══ EXCERPTED DATA ══
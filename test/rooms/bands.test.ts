import { describe, expect, it } from 'vitest';
import { predictPolar } from '../../src/polar/index.js';
import { polarPage, polarReport } from '../../src/publish/index.js';
import { speedBands } from '../../src/racecourse/index.js';
import { demoBoat } from '../support/demo.js';

const KNOT = 1852 / 3600;
const DEG = Math.PI / 180;

describe('error bands of a polar', () => {
  const boat = demoBoat('keelboat');
  const polar = predictPolar(boat, {
    tws: [8, 14].map((v) => v * KNOT),
    twa: [40, 60, 90, 120, 150, 180].map((a) => a * DEG),
  });
  const bands = speedBands(boat, polar, 24, 1, 1);

  it('hold the prediction itself, and are a few per cent wide', () => {
    expect(bands).toHaveLength(2);
    for (const row of bands) {
      expect(row.length).toBeGreaterThan(4);
      for (const b of row) {
        expect(b.low).toBeLessThan(1);
        expect(b.high).toBeGreaterThan(1);
        expect(b.high - b.low).toBeGreaterThan(0.01);
        expect(b.high - b.low).toBeLessThan(0.4);
      }
    }
  });

  it('are the same for the same seed, and drawn on the page when they are there', () => {
    expect(speedBands(boat, polar, 24, 1, 1)).toEqual(bands);
    const bare = polarPage(polarReport(boat, polar));
    const drawn = polarPage(polarReport(boat, polar, { draws: 24, winds: bands }));
    expect(bare).toContain('No bands were computed');
    expect(drawn).toContain('eight in ten of 24 predictions');
    expect(drawn).toMatch(/"band":\{"angle":\[40/);
  });
});
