/** A monotone cubic through given points, with constant continuation beyond the ends. */
export interface Pchip {
  readonly x: Float64Array;
  readonly y: Float64Array;
  readonly slope: Float64Array;
  value(x: number): number;
  derivative(x: number): number;
}

/**
 * Slopes of the monotone piecewise cubic of Fritsch & Butland 1984 (SIAM J. Sci. Stat. Comput. 5, 300-304): weighted
 * harmonic means, zero at local extrema, one-sided at the ends.
 */
export function pchipSlopes(x: ArrayLike<number>, y: ArrayLike<number>): Float64Array {
  const n = x.length;
  const d = new Float64Array(n);
  if (n === 2) {
    d.fill((y[1]! - y[0]!) / (x[1]! - x[0]!));
    return d;
  }
  const h = (i: number): number => x[i + 1]! - x[i]!;
  const s = (i: number): number => (y[i + 1]! - y[i]!) / h(i);
  for (let i = 1; i < n - 1; i++) {
    const a = s(i - 1);
    const b = s(i);
    if (a * b > 0) {
      const w1 = 2 * h(i) + h(i - 1);
      const w2 = h(i) + 2 * h(i - 1);
      d[i] = (w1 + w2) / (w1 / a + w2 / b);
    }
  }
  const end = (h0: number, h1: number, s0: number, s1: number): number => {
    let v = ((2 * h0 + h1) * s0 - h0 * s1) / (h0 + h1);
    if (v * s0 <= 0) v = 0;
    else if (s0 * s1 <= 0 && Math.abs(v) > 3 * Math.abs(s0)) v = 3 * s0;
    return v;
  };
  d[0] = end(h(0), h(1), s(0), s(1));
  d[n - 1] = end(h(n - 2), h(n - 3), s(n - 2), s(n - 3));
  return d;
}

/**
 * @param x strictly rising abscissas, at least two
 * @throws RangeError when x does not rise or lengths differ
 */
export function pchip(xs: readonly number[], ys: readonly number[]): Pchip {
  if (xs.length !== ys.length || xs.length < 2)
    throw new RangeError('interpolation needs two or more points');
  for (let i = 1; i < xs.length; i++) {
    if (!(xs[i]! > xs[i - 1]!))
      throw new RangeError(`interpolation points must rise: ${xs[i - 1]} then ${xs[i]}`);
  }
  const x = Float64Array.from(xs);
  const y = Float64Array.from(ys);
  const slope = pchipSlopes(x, y);
  const n = x.length;
  const find = (v: number): number => {
    let lo = 0;
    let hi = n - 1;
    while (hi - lo > 1) {
      const mid = (lo + hi) >> 1;
      if (x[mid]! <= v) lo = mid;
      else hi = mid;
    }
    return lo;
  };
  return {
    x,
    y,
    slope,
    value: (v) => {
      if (v <= x[0]!) return y[0]!;
      if (v >= x[n - 1]!) return y[n - 1]!;
      const i = find(v);
      const h = x[i + 1]! - x[i]!;
      return hermite((v - x[i]!) / h, h, y[i]!, y[i + 1]!, slope[i]!, slope[i + 1]!);
    },
    derivative: (v) => {
      if (v < x[0]! || v > x[n - 1]!) return 0;
      const i = find(v);
      const h = x[i + 1]! - x[i]!;
      const t = (v - x[i]!) / h;
      return (
        ((6 * t * t - 6 * t) / h) * (y[i]! - y[i + 1]!) +
        (3 * t * t - 4 * t + 1) * slope[i]! +
        (3 * t * t - 2 * t) * slope[i + 1]!
      );
    },
  };
}

/** Cubic on one cell: t from 0 to 1, cell width h, end values and end slopes. */
export function hermite(t: number, h: number, y0: number, y1: number, d0: number, d1: number): number {
  const t2 = t * t;
  const t3 = t2 * t;
  return (2 * t3 - 3 * t2 + 1) * y0 + (3 * t2 - 2 * t3) * y1 + h * ((t3 - 2 * t2 + t) * d0 + (t3 - t2) * d1);
}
═══
## TASK
Up to and including the line containing "it('hold the prediction", please write out the listing exactly, starting from its first line.

## RESULT OF THE EXERCISE
filename test/rooms/bands.test.ts
import { describe, expect, it } from 'vitest';
import { predictPolar } from '../../src/polar/index.js';
import { polarPage, polarReport } from '../../src/publish/index.js';
import { speedBands } from '../../src/racecourse/index.js';
import { demoBoat } from '../support/demo.js';

const KNOT = 1852 / 3600;
const DEG = Math.PI / 180;

describe('error bands of a polar', () => {
  const boat = demoBoat('keelboat');
  const polar = predictPolar(boat, {
    tws: [8, 14].map((v) => v * KNOT),
    twa: [40, 60, 90, 120, 150, 180].map((a) => a * DEG),
  });
  const bands = speedBands(boat, polar, 24, 1, 1);

  it('hold the prediction itself, and are a few per cent wide', () => {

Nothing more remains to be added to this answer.